- Opening Delimiter -

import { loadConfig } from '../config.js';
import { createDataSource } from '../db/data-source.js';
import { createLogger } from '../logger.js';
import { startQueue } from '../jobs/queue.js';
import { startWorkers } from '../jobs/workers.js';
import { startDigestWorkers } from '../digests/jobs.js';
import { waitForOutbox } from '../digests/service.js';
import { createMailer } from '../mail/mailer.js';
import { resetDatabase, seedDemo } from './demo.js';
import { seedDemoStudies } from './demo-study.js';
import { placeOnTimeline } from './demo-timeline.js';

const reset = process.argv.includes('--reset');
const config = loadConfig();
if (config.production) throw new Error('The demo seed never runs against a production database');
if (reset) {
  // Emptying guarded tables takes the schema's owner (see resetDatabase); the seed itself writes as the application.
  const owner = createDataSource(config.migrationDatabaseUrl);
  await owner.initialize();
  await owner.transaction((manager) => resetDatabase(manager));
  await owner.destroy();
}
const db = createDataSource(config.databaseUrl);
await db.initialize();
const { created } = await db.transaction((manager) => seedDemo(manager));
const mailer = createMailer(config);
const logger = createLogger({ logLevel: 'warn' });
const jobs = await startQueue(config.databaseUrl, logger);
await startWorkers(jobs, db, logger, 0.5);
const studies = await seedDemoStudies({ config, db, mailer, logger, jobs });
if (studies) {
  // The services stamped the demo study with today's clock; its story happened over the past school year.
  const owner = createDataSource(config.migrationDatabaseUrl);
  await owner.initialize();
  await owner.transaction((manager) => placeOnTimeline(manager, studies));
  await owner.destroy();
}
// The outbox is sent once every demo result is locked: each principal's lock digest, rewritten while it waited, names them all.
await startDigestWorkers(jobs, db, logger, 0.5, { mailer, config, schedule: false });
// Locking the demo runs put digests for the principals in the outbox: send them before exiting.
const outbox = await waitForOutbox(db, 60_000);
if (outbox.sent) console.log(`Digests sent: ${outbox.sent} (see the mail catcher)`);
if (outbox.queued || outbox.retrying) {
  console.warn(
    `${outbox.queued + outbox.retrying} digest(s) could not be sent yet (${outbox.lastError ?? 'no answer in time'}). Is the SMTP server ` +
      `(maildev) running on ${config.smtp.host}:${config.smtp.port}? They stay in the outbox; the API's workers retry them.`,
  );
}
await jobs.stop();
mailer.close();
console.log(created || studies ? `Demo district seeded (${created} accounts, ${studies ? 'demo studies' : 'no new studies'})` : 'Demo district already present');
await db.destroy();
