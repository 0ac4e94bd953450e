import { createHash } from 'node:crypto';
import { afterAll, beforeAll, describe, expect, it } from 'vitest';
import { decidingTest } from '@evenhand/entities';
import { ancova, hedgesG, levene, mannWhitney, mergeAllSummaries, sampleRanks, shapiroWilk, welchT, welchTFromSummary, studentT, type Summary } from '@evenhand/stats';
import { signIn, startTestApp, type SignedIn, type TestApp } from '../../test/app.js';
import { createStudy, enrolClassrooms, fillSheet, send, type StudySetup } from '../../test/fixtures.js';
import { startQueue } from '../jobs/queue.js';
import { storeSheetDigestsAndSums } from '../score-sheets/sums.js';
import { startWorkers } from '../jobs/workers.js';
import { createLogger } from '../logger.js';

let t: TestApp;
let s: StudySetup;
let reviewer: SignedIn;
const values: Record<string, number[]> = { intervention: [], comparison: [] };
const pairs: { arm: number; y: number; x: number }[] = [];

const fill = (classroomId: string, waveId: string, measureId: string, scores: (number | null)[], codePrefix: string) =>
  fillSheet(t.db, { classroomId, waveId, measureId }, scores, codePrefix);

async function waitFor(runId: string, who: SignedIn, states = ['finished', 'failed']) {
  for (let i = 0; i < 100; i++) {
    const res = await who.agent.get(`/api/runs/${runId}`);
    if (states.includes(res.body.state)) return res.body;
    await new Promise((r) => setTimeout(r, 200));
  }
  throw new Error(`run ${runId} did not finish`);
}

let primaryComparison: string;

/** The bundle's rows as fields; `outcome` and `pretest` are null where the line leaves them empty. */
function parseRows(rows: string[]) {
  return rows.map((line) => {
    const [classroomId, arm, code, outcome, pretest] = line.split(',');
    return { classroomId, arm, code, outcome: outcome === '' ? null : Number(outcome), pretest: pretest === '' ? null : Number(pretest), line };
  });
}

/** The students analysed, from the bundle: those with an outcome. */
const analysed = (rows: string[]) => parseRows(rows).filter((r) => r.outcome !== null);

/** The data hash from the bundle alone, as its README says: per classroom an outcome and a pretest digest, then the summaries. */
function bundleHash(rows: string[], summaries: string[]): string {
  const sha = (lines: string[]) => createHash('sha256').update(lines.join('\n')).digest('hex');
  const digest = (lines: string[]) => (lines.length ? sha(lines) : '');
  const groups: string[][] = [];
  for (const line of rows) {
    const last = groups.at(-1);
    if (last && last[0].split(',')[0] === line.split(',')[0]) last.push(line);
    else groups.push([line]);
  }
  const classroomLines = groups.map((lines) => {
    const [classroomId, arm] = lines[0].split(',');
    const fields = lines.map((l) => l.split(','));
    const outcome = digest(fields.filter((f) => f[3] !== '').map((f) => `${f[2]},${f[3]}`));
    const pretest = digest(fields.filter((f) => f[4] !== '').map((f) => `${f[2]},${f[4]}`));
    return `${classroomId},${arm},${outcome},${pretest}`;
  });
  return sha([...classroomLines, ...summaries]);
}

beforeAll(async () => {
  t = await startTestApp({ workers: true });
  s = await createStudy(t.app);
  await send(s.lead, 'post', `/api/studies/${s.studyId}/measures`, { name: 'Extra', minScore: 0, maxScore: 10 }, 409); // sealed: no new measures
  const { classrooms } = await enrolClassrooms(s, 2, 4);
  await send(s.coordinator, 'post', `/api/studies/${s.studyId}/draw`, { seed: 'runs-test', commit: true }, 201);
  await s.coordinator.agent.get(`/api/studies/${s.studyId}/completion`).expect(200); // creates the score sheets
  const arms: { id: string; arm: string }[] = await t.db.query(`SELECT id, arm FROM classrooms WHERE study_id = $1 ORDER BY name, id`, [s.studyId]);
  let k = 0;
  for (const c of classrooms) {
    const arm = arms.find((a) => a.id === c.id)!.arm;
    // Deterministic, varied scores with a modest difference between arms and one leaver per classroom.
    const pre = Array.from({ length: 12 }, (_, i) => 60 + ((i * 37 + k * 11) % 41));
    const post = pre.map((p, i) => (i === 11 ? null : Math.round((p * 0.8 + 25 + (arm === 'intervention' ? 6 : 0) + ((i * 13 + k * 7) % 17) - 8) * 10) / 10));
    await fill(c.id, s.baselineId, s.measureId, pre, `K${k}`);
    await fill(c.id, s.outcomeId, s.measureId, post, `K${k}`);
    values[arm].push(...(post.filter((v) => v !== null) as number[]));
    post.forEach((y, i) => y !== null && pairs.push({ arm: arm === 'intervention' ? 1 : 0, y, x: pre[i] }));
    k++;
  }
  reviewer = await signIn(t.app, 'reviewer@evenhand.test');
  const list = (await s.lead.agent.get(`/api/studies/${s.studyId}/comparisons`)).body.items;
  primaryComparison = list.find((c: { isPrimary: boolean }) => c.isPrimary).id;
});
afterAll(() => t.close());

- Closing Delimiter -

Check each line above for the string "afterAll" and show the ones that have it.

> _Response_:
import { afterAll, beforeAll, describe, expect, it } from 'vitest';
afterAll(() => t.close());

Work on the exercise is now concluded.